=== WORK REQUIRED ===
Look below for the line containing "-0.527 x^1.61; optical"; from there, print each line exactly up to and including the line containing "double extinction_ratio(ExtinctionLaw law, double", and stop.

=== THE DATA ===
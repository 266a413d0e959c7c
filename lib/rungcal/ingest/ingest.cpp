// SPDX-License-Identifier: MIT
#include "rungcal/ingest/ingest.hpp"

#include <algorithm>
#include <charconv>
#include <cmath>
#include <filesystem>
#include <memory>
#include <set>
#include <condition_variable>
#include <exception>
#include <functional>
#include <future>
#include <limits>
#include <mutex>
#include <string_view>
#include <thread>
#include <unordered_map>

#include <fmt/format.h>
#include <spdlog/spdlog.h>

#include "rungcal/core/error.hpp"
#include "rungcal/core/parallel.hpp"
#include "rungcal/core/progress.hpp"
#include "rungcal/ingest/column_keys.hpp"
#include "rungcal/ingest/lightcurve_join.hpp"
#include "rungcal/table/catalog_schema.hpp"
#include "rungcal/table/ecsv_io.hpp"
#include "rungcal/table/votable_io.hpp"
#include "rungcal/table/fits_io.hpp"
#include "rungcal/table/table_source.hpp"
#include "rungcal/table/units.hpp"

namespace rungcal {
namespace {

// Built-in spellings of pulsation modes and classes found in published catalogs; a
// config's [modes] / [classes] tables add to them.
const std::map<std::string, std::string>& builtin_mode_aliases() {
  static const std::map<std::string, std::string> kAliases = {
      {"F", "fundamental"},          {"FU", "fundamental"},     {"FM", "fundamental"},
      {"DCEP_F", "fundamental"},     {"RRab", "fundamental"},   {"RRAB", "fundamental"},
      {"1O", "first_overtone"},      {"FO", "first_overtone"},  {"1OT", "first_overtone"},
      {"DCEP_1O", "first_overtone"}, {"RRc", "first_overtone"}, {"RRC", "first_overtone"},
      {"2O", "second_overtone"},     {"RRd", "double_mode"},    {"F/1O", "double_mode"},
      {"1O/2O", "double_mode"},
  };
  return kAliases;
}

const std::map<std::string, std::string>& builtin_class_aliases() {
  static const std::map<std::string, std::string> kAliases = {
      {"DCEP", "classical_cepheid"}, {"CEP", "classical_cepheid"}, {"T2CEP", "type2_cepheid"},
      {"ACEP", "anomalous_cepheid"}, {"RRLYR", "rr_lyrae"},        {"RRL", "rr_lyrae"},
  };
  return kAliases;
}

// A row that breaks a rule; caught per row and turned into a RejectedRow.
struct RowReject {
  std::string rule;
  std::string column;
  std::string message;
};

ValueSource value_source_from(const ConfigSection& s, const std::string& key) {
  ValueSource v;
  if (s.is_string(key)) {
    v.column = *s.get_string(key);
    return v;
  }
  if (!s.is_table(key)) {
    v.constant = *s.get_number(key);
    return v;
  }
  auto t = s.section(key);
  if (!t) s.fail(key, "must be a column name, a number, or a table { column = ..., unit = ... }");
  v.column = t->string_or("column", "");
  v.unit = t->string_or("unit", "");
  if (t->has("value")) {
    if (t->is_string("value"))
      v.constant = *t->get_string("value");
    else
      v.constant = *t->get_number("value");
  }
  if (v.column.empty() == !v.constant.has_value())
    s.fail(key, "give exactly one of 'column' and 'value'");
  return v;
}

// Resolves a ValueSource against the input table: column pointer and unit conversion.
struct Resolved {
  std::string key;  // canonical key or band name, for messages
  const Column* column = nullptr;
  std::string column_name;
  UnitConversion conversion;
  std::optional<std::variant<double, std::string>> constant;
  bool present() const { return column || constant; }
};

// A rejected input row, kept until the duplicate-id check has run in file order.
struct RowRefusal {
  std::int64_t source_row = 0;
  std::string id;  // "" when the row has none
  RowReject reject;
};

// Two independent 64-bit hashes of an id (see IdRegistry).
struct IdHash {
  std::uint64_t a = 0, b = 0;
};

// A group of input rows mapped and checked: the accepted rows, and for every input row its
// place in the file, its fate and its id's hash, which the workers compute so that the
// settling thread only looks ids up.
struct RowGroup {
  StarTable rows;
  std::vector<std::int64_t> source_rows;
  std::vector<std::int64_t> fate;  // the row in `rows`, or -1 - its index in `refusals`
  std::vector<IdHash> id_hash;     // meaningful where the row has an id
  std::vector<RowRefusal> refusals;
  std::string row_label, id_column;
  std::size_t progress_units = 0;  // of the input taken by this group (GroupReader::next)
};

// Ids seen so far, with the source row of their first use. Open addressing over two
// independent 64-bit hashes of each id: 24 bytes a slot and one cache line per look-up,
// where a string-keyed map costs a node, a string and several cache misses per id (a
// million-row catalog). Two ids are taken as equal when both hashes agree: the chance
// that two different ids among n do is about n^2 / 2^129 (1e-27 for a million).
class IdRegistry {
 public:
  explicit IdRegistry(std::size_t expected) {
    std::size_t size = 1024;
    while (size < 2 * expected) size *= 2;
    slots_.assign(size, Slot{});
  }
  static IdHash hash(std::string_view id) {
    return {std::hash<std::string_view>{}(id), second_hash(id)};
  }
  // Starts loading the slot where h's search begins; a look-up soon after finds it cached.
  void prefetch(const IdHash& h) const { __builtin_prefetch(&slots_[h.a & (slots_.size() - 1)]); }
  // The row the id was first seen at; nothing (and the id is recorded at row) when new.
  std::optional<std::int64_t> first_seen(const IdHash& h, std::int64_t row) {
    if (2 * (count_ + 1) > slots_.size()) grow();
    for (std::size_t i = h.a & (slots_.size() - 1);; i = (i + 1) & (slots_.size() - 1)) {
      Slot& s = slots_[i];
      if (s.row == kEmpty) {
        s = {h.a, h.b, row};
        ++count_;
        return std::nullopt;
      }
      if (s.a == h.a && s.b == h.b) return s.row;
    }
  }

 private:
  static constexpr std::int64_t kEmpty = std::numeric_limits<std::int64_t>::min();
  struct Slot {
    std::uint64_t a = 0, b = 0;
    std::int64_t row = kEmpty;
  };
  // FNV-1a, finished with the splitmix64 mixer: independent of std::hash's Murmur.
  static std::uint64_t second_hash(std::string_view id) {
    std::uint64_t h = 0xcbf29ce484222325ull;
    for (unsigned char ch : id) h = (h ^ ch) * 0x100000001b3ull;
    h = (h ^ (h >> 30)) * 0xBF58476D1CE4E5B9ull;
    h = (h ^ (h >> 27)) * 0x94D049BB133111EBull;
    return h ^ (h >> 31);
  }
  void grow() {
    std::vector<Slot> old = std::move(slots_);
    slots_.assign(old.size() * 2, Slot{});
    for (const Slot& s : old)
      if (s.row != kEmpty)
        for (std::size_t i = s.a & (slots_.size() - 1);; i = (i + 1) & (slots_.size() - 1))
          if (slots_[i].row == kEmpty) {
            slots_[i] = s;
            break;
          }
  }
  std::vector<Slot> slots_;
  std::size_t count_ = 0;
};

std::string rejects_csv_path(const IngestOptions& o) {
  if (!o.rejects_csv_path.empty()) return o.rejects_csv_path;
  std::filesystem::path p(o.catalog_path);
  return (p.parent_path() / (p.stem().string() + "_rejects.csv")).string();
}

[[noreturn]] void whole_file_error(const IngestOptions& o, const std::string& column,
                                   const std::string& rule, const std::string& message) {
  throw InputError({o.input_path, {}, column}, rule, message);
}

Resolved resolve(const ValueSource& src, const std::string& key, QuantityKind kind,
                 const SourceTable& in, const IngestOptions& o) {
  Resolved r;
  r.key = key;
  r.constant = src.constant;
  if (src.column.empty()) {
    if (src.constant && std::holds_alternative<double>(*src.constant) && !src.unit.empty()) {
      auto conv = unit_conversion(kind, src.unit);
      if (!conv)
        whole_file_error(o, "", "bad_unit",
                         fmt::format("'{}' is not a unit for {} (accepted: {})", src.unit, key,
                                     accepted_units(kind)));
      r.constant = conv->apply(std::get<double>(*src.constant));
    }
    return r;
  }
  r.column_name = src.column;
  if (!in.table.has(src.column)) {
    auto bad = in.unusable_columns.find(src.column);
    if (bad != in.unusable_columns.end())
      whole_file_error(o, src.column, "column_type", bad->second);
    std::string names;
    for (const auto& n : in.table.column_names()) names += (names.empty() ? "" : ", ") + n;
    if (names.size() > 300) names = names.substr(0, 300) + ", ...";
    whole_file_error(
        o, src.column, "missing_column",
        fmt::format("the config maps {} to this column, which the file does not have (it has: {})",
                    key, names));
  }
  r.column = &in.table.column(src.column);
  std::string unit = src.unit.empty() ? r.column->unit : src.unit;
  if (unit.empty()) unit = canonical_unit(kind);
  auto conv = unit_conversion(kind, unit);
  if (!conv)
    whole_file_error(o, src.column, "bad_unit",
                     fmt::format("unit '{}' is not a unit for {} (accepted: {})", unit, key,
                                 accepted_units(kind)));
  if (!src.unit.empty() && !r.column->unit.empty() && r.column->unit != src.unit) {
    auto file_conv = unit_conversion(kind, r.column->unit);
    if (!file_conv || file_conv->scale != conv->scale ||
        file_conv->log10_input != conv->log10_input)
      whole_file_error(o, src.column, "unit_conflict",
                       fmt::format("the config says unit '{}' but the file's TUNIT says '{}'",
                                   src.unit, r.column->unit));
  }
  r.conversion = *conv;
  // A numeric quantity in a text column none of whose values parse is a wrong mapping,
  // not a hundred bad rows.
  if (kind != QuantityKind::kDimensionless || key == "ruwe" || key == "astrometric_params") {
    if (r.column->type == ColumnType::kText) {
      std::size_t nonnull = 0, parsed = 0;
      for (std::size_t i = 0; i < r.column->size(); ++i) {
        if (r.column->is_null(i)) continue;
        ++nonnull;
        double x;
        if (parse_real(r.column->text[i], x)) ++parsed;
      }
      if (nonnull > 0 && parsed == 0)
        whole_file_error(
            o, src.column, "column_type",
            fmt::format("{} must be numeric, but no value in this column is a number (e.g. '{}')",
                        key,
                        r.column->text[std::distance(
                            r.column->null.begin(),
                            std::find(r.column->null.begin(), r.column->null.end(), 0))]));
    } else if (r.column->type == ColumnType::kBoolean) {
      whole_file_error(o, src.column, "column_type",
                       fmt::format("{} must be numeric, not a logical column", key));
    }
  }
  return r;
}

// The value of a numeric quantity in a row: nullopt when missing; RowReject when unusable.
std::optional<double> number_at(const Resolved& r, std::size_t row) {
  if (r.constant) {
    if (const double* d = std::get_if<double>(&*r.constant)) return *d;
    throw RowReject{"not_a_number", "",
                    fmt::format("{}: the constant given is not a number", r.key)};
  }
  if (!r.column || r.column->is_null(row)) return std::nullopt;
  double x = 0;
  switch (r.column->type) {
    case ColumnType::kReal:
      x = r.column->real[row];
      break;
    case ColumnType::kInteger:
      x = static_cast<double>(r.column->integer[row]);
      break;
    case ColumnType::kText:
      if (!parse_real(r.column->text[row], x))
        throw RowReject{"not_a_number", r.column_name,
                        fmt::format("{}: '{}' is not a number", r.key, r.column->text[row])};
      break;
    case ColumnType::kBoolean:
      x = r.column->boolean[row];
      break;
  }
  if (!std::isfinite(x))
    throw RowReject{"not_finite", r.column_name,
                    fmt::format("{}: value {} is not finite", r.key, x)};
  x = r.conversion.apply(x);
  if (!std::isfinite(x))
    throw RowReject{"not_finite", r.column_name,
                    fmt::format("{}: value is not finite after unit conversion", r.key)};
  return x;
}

==

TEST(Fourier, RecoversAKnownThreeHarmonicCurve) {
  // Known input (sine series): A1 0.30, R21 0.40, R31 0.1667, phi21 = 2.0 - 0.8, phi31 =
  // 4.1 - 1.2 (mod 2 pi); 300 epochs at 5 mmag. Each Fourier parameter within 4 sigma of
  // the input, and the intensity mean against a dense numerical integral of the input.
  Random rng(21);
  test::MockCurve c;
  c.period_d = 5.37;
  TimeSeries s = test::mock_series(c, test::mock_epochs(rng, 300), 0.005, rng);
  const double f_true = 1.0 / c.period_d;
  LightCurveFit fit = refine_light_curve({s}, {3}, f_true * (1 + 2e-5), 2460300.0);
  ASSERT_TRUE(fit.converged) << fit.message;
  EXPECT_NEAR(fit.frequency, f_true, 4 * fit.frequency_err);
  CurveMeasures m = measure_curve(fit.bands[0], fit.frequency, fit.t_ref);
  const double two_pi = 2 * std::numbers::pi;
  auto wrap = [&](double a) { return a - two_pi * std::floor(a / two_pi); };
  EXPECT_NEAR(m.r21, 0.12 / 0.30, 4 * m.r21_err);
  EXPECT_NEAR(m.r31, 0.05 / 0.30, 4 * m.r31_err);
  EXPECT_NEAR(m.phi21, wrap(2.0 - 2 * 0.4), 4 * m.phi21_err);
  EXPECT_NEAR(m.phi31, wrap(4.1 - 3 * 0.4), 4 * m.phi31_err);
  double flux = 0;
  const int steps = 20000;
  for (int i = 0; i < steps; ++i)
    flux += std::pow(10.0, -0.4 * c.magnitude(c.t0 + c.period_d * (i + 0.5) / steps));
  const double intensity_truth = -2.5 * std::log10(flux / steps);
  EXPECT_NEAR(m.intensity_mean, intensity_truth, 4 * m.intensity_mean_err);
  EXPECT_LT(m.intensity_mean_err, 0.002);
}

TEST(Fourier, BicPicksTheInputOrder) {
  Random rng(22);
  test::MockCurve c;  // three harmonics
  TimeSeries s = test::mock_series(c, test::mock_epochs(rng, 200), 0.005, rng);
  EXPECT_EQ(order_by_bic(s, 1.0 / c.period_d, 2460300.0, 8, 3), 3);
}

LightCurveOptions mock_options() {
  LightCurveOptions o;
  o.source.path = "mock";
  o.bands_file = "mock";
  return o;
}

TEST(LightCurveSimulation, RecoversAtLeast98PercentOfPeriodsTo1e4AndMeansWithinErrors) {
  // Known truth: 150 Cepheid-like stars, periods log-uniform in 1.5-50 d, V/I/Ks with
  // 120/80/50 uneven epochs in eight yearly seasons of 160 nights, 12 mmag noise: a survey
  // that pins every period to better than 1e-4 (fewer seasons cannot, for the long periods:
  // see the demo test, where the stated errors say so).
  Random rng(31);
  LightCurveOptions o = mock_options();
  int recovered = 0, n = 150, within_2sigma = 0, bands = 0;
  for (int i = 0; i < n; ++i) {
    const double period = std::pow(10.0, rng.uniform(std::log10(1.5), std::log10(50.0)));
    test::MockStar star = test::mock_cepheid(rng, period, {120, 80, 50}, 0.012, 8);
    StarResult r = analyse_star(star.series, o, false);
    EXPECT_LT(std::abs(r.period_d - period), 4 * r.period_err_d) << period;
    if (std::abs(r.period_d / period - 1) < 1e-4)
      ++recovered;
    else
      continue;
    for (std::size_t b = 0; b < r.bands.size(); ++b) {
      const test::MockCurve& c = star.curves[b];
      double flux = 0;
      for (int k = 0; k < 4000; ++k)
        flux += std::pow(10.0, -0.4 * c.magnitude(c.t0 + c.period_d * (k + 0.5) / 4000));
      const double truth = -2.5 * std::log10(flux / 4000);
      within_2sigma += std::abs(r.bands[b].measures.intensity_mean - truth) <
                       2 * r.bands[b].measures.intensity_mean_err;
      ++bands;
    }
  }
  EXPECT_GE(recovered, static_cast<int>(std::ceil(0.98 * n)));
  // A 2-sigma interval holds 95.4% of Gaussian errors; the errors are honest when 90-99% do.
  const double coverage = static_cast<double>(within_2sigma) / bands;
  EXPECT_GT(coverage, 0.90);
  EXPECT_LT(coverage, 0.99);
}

...

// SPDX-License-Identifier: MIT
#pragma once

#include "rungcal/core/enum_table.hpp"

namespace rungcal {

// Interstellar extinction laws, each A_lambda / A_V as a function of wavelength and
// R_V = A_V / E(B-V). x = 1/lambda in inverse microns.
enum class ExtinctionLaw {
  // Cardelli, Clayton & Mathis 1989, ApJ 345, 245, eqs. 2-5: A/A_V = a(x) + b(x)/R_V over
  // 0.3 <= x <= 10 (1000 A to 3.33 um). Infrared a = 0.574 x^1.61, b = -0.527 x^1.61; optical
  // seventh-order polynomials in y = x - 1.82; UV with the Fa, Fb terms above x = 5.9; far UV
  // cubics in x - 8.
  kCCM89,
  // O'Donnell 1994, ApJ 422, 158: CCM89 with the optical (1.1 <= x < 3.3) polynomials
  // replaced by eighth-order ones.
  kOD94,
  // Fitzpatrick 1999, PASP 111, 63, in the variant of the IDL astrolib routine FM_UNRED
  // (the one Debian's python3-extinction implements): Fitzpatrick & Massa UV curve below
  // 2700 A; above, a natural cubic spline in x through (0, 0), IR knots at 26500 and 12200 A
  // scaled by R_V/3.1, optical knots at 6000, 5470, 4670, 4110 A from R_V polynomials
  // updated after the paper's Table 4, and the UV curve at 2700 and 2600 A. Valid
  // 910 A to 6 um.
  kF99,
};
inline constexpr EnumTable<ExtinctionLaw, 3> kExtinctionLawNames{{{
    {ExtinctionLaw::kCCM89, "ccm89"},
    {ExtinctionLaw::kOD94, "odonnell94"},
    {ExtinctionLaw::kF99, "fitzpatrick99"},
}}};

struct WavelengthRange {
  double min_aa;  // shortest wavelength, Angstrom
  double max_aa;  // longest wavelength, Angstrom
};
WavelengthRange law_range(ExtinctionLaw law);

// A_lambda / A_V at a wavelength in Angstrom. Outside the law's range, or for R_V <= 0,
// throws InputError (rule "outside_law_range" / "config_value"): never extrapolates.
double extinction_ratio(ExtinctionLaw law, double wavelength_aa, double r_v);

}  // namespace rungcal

=== EXERCISE RESULT ===
  // 0.3 <= x <= 10 (1000 A to 3.33 um). Infrared a = 0.574 x^1.61, b = -0.527 x^1.61; optical
  // seventh-order polynomials in y = x - 1.82; UV with the Fa, Fb terms above x = 5.9; far UV
  // cubics in x - 8.
  kCCM89,
  // O'Donnell 1994, ApJ 422, 158: CCM89 with the optical (1.1 <= x < 3.3) polynomials
  // replaced by eighth-order ones.
  kOD94,
  // Fitzpatrick 1999, PASP 111, 63, in the variant of the IDL astrolib routine FM_UNRED
  // (the one Debian's python3-extinction implements): Fitzpatrick & Massa UV curve below
  // 2700 A; above, a natural cubic spline in x through (0, 0), IR knots at 26500 and 12200 A
  // scaled by R_V/3.1, optical knots at 6000, 5470, 4670, 4110 A from R_V polynomials
  // updated after the paper's Table 4, and the UV curve at 2700 and 2600 A. Valid
  // 910 A to 6 um.
  kF99,
};
inline constexpr EnumTable<ExtinctionLaw, 3> kExtinctionLawNames{{{
    {ExtinctionLaw::kCCM89, "ccm89"},
    {ExtinctionLaw::kOD94, "odonnell94"},
    {ExtinctionLaw::kF99, "fitzpatrick99"},
}}};

struct WavelengthRange {
  double min_aa;  // shortest wavelength, Angstrom
  double max_aa;  // longest wavelength, Angstrom
};
WavelengthRange law_range(ExtinctionLaw law);

// A_lambda / A_V at a wavelength in Angstrom. Outside the law's range, or for R_V <= 0,
// throws InputError (rule "outside_law_range" / "config_value"): never extrapolates.
double extinction_ratio(ExtinctionLaw law, double wavelength_aa, double r_v);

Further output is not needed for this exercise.